**WORK ORDER**
Using the listing below, say how many of its lines hold "shoal". Offer nothing beyond the number.

--- INFORMATION PROVIDED Enclosed Below ---

from shoal.daemon.files.digest import (
    DIGEST_ALGORITHMS,
    NEW_STORE_ALGORITHM,
    UNRECORDED_ALGORITHM,
    check_algorithm,
)
from shoal.daemon.errors import StateError
from shoal.daemon.runtime.logs import log_event
from shoal.daemon.state.store_words import migrate_alert_words
from shoal.daemon.state.marker import MarkerWriter, create_marker, new_store_id, read_marker

__all__ = ["StateStore", "LedgerEntry", "Checkpoint", "HistoryRow", "InputCommit", "WarmupInput",
           "npy_bytes", "npy_array", "checksum", "SCHEMA_VERSION", "MIGRATIONS"]

# 2: the ledger's content column is `digest` (was `sha256`), in the algorithm the meta
#    key `digest_algorithm` records (a version-1 store's is SHA-256).
# 3: alert notifications and the drift state in the alert words of daemon/state/store_words.py
#    (raised/cleared, X.733 severities, the baseline).
# 4: each checkpoint array, and each checkpoint's meta and extra JSON, carries a checksum
#    verified when it is loaded.
# 5: the attempts table (inputs being processed, and how many processes ended while
#    processing them).
SCHEMA_VERSION = 5

_SCHEMA = """
CREATE TABLE IF NOT EXISTS meta (
    key   TEXT PRIMARY KEY,
    value TEXT NOT NULL
);
CREATE TABLE IF NOT EXISTS ledger (
    id            INTEGER PRIMARY KEY,
    digest        TEXT,
    name          TEXT NOT NULL,
    size          INTEGER NOT NULL,
    rows          INTEGER,
    rows_invalid  INTEGER,
    outcome       TEXT NOT NULL CHECK (outcome IN ('committed', 'duplicate', 'quarantined')),
    reason        TEXT,
    labels        TEXT,
    model_version INTEGER,
    seen_at       REAL NOT NULL,
    finished_at   REAL NOT NULL
);
CREATE INDEX IF NOT EXISTS ledger_digest ON ledger (digest);
CREATE TABLE IF NOT EXISTS checkpoints (
    version INTEGER PRIMARY KEY,
    created REAL NOT NULL,
    meta    TEXT NOT NULL,
    extra   TEXT NOT NULL,
    checksum TEXT
);
CREATE TABLE IF NOT EXISTS checkpoint_arrays (
    version INTEGER NOT NULL REFERENCES checkpoints (version) ON DELETE CASCADE,
    name    TEXT NOT NULL,
    npy     BLOB NOT NULL,
    checksum TEXT,
    PRIMARY KEY (version, name)
);
CREATE TABLE IF NOT EXISTS warmup (
    ledger_id INTEGER PRIMARY KEY,
    npy       BLOB NOT NULL
);
CREATE TABLE IF NOT EXISTS warmup_valid (
    ledger_id INTEGER PRIMARY KEY,
    npy       BLOB NOT NULL
);
CREATE TABLE IF NOT EXISTS warmup_duplicates (
    ledger_id INTEGER PRIMARY KEY,
    npy       BLOB NOT NULL,
    valid     BLOB NOT NULL
);
CREATE TABLE IF NOT EXISTS segment_history (
    version INTEGER NOT NULL,
    segment INTEGER NOT NULL,
    weight  REAL NOT NULL,
    rows    INTEGER NOT NULL,
    mean    TEXT NOT NULL,
    spread  TEXT NOT NULL,
    drift   TEXT,
    event   TEXT,
    created REAL NOT NULL,
    PRIMARY KEY (version, segment)
);
CREATE TABLE IF NOT EXISTS alert_outbox (
    id           TEXT PRIMARY KEY,
    version      INTEGER NOT NULL,
    created      REAL NOT NULL,
    payload      TEXT NOT NULL,
    delivered_at REAL,
    attempts     INTEGER NOT NULL DEFAULT 0
);
CREATE TABLE IF NOT EXISTS alert_delivery (
    outbox_id    TEXT NOT NULL REFERENCES alert_outbox (id),
    sink         TEXT NOT NULL,
    delivered_at REAL,
    attempts     INTEGER NOT NULL DEFAULT 0,
    next_at      REAL,
    last_error   TEXT,
    PRIMARY KEY (outbox_id, sink)
);
CREATE TABLE IF NOT EXISTS attempts (
    input   TEXT PRIMARY KEY,
    count   INTEGER NOT NULL,
    last_at REAL NOT NULL
);
CREATE TABLE IF NOT EXISTS rebaselines (
    id            INTEGER PRIMARY KEY,
    requested     REAL NOT NULL,
    note          TEXT NOT NULL,
    applied       REAL,
    model_version INTEGER
);
"""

--- End of Enclosed INFORMATION PROVIDED ---

**ANSWER SECTION**
5